To be sure, some barriers needed to be torn down, and we are better off for their elimination.  For example, racial boundaries that divided us sharply based on the superficial distinction of skin colour.  Or class distinctions that dictated that we limit our associations to those of a particular economic class.  I’m not saying that these distinctions no longer exist.  But when we cross such boundaries, we are not invoking the same degree of taboo that we once did.  Perhaps one day in our lifetimes, nobody will care any longer about such things.  There is plenty of evidence that we are moving in that direction, and I believe that’s a good thing.
But if I were to stand in front of you and proclaim that all boundaries and distinctions are obsolete, I would not be authentic to Torah.
          For example, the distinction between Israel and the nations.  If the people Israel are not set aside for a unique role among the nations, then why bother to have a synagogue?  Why not join our neighbours in church?  Why care whether Jews marry one another?  Why accept holy proselytes who are called to take on the distinction of Jew?  Why not send them away and tell them to be good people and that’s it?  Because, deep in the kishkas, most of us in this room this morning believe that we Jews have a Divine purpose for being Jews.  This distinction does not mean we think ourselves better than any other human beings.  Or that we don’t relate collegially to our neighbours who are not Jewish.  At least, it shouldn’t.  We should no more think ourselves superior to others because we are Jews, than we should eschew friendships with those who are not Jewish. 

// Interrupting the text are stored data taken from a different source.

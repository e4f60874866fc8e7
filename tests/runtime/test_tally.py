"""What a locked robot saw of the plan, patch by patch: a round room of two metres."""

from dataclasses import replace

import numpy as np
import pytest

from learnfilter.core.grid import PoseGrid
from learnfilter.core.strip import RingLayout
from learnfilter.runtime.site import RobotSite
from learnfilter.runtime.tally import Counts, count

GRID = PoseGrid(4, 40, 40, 0.25, -5.0, -5.0)
LAYOUT = RingLayout(16, 4, 0.0, 0, tuple(range(16)))  # columns all around, the first ahead
INDEX = np.full((40, 40), -1, np.int32)
INDEX[20, 20] = 0
POSE = np.array([0.125, 0.125, 0.0])  # the centre of that cell
SITE = RobotSite(
    GRID,
    LAYOUT,
    np.array([[20, 20]]),
    np.full((1, 16), 2.0, np.float32),
    np.zeros((1, 16), bool),
    np.zeros((1, 16), np.int16),
    np.ones((1, 3), np.float32),
    None,
    1,
)
ROOM = np.full(16, 2.0)


def counted(*strips: np.ndarray, site: RobotSite = SITE, pose: np.ndarray = POSE) -> Counts:
    counts = Counts.none(GRID)
    for depth in strips:
        count(counts, site, INDEX, pose, depth)
    return counts


def with_columns(depth: float, *columns: int) -> np.ndarray:
    strip = ROOM.copy()
    strip[list(columns)] = depth
    return strip


def patch(reach: float, column: int) -> tuple[int, int]:
    """Row and column of the half-metre square in which a ray from the pose ends."""
    angle = 2 * np.pi * column / 16
    end = POSE[:2] + reach * np.array([np.cos(angle), np.sin(angle)])
    column_of, row_of = np.floor((end + 5) / 0.5).astype(int)
    return int(row_of), int(column_of)


def places(counts: np.ndarray) -> dict[tuple[int, int], int]:
    return {(int(r), int(c)): int(counts[r, c]) for r, c in np.argwhere(counts)}


def test_a_plan_that_is_true_is_met():
    """Every patch that a column ends in, once; nothing gone, nothing new."""
    counts = counted(ROOM)
    assert places(counts.met) == {patch(2, column): 1 for column in range(16)}
    assert not counts.gone.any() and not counts.new.any()


def test_a_shelf_that_is_not_there_is_gone():
    """The strip looks through it, 1 m on; elsewhere the plan is met."""
    counts = counted(with_columns(3.0, 0))
    assert places(counts.gone) == {patch(2, 0): 1} and not counts.new.any()
    assert places(counts.met) == {patch(2, column): 1 for column in range(1, 16)}


def test_a_box_that_is_not_in_the_plan_is_new():
    """Where it stands; of the wall behind it nothing is said."""
    counts = counted(with_columns(1.0, 4))
    assert places(counts.new) == {patch(1, 4): 1} and not counts.gone.any()
    assert patch(2, 4) not in places(counts.met)


@pytest.mark.parametrize("depth", [2.25, 1.75])
def test_what_a_pose_half_a_cell_off_explains_is_met(depth):
    """A quarter of a metre at 2 m: tolerances of 0.2 m and 5 %."""
    assert places(counted(with_columns(depth, 0)).met)[patch(2, 0)] == 1


def test_a_column_without_return_says_nothing():
    """Nothing came back: a dark surface or none."""
    counts = counted(with_columns(np.nan, 0))
    assert patch(2, 0) not in places(counts.met) and not counts.gone.any() and not counts.new.any()


def test_where_the_plan_is_unsure_nothing_is_said():
    """An unknown door, and half a bearing to either side."""
    unsure = np.zeros((1, 16), bool)
    unsure[0, 8] = True
    counts = counted(with_columns(3.0, 7, 8, 9), site=replace(SITE, unsure=unsure))
    assert not counts.gone.any()


def test_strips_add_up():
    """Three that look through, one that does not."""
    counts = counted(*[with_columns(3.0, 0)] * 3, ROOM)
    assert (counts.gone[patch(2, 0)], counts.met[patch(2, 0)]) == (3, 1)


def test_a_turned_robot_counts_the_same_places():
    """A quarter turn left: what was ahead is now to the right, column 12."""
    turned = POSE + np.array([0, 0, np.pi / 2])
    counts = counted(with_columns(3.0, 12), pose=turned)
    assert places(counts.gone) == {patch(2, 0): 1}


@pytest.mark.parametrize("place", [(3.0, 3.0), (50.0, 0.0)])
def test_off_the_live_cells_nothing_is_counted(place):
    """There is no ring to hold the strip to."""
    assert not any(counts.any() for counts in counted(ROOM, pose=np.array([*place, 0.0])))
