"""The policy on the robot: what it reads of its weights, and what one that can be worked out by hand says."""

from pathlib import Path

import numpy as np
import pytest

from learnfilter.core.errors import BundleError
from learnfilter.runtime.arrays import Arrays
from learnfilter.runtime.outlook import MODES, VIEW, Outlook
from learnfilter.runtime.policy import (
    MODE_FACTS,
    MODE_WIDTH,
    MOTION_FACTS,
    MOTION_WIDTH,
    RobotPolicy,
    best,
)

MOVES = np.array([[0.5, 0.0, 0.0], [0.0, 0.0, np.pi / 2]])


def quiet() -> dict[str, np.ndarray]:
    """Weights that say nothing."""
    shapes = {
        "mode_in": (MODE_WIDTH, MODE_FACTS),
        "mode_out": (MODE_WIDTH, MODE_WIDTH),
        "motion_in": (MOTION_WIDTH, MOTION_FACTS),
        "motion_out": (1, MOTION_WIDTH),
    }
    weights = {f"{name}.weight": np.zeros(shape, np.float32) for name, shape in shapes.items()}
    return weights | {f"{name}.bias": np.zeros(shape[0], np.float32) for name, shape in shapes.items()}


def reading(fact: int, mode_fact: int | None = None) -> RobotPolicy:
    """A policy whose score is one fact of a motion, kept positive by a bias of 10."""
    weights = quiet()
    if mode_fact is not None:
        weights["mode_in.weight"][0, mode_fact] = weights["mode_out.weight"][0, 0] = 1
    weights["motion_in.weight"][0, fact] = weights["motion_out.weight"][0, 0] = 1
    weights["motion_in.bias"][0], weights["motion_out.bias"][0] = 10, -10
    return RobotPolicy(Arrays(Path("policy"), weights))


def outlook() -> Outlook:
    """Three modes of 0.4, 0.2, 0.2 whose first sector is 0.5, 0.5, 1.0 after motion 0; the rest is zero."""
    share, view = np.zeros(MODES, np.float32), np.zeros((MODES, 2, VIEW), np.float32)
    share[:3], view[:3, 0, 0] = (0.4, 0.2, 0.2), (0.5, 0.5, 1.0)
    place = np.zeros((MODES, 4), np.float32)
    place[2, 0] = 5.0
    return Outlook(share, place, view, np.zeros(VIEW, np.float32), 0.75)


def score(policy, last=(0, 0, 0)):
    return policy.logits(outlook(), MOVES, np.array(last, float))


TURNS = 2 * MODE_WIDTH + 3  # where a motion's sine of the turn stands
LAST = 2 * MODE_WIDTH + 4


@pytest.mark.parametrize(
    ("policy", "expected"),
    [
        (reading(0, 0), (0.5 / 2 + 0.5 / 4 + 1 / 4, 0)),  # weighted mean of what is promised
        (reading(MODE_WIDTH, 0), (0.5**2 * 3 / 16, 0)),  # its variance: a coin of 1 : 3, half apart
        (reading(0, VIEW), (np.tanh(1) / 4,) * 2),  # places, in units of 5 m and bounded
        (reading(0, MODE_FACTS - 1), ((0.4 * 2 + 0.2 + 0.2) / 4,) * 2),  # shares
        (reading(TURNS), (0, 1)),
        (reading(LAST + 4), (0.75, 0.75)),  # entropy
        (reading(LAST + 5), (0.4, 0.4)),  # largest share
    ],
)
def test_what_a_score_can_read(policy, expected):
    """By hand; 1e-6 is float32 beside a bias of 10."""
    np.testing.assert_allclose(score(policy), expected, rtol=0, atol=2e-6)


def test_the_last_motion_counts():
    """A robot that has just turned by a right angle: sine 1, whatever comes next."""
    np.testing.assert_allclose(score(reading(LAST + 3), (0, 0, np.pi / 2)), 1, rtol=0, atol=2e-6)


def test_the_best_is_the_best_of_what_is_clear():
    """The highest score is not clear."""
    assert best(np.array([5.0, 1.0, 2.0]), np.array([False, True, True])) == 2


@pytest.mark.parametrize(
    "spoil", [{"motion_in.weight": np.zeros((32, 9), np.float32)}, {"mode_in.bias": None}]
)
def test_weights_that_do_not_fit_are_named(spoil):
    """A wrong shape, or none."""
    weights = {name: array for name, array in (quiet() | spoil).items() if array is not None}
    with pytest.raises(BundleError, match=next(iter(spoil))):
        RobotPolicy(Arrays(Path("policy"), weights))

And it doesn’t mean that all of the children of Noah – that is to say, all the inhabitants of the world – don’t have a sacred purpose in their lives.  But the Jews do have a unique and sacred purpose.  Of course, any Jew can sidestep it without much trouble.  One can easily opt out of Jewish life altogether.  Or, one can remain on the margins of Jewish life where one is probably not serving much apparent purpose in one’s Jewishness.  But that doesn’t change that it matters that we affiliate as Jews, and that we behave as Jews.  That we accept that our being Jews carries some level of obligation.  Far more obligation, than privilege!
Our task is to embrace the boundaries that matter.  To use the distinctions that those boundaries create, to being meaning to our lives.  To bring meaning to our world.  And, at the same time, to reject meaningless or unnecessary boundaries.  And embrace the crossing of the latter.
Do the boundaries between Cohen, Levi, and Yisrael fall into the former, or the latter category?  In Progressive Judaism, most of us hold that they are an example of the latter.  We have decided as a movement to ignore tribal distinctions.  We also advocate the elimination of other distinctions, while preserving others.  But our selective retention of distinctions does not call into question the very enterprise of making such distinctions.  It simply means that we must be careful about the distinctions we draw.  And about how we translate such distinctions, into the way that we relate to one another.  There are religious philosophies extant that would have all of humanity thrown together in one amorphous mass.  One can see the attraction in such a vision of absolute egalitĂ©.  But there are distinctions that are meaningful.  We should not be in such a hurry to erase them.  Shabbat shalom.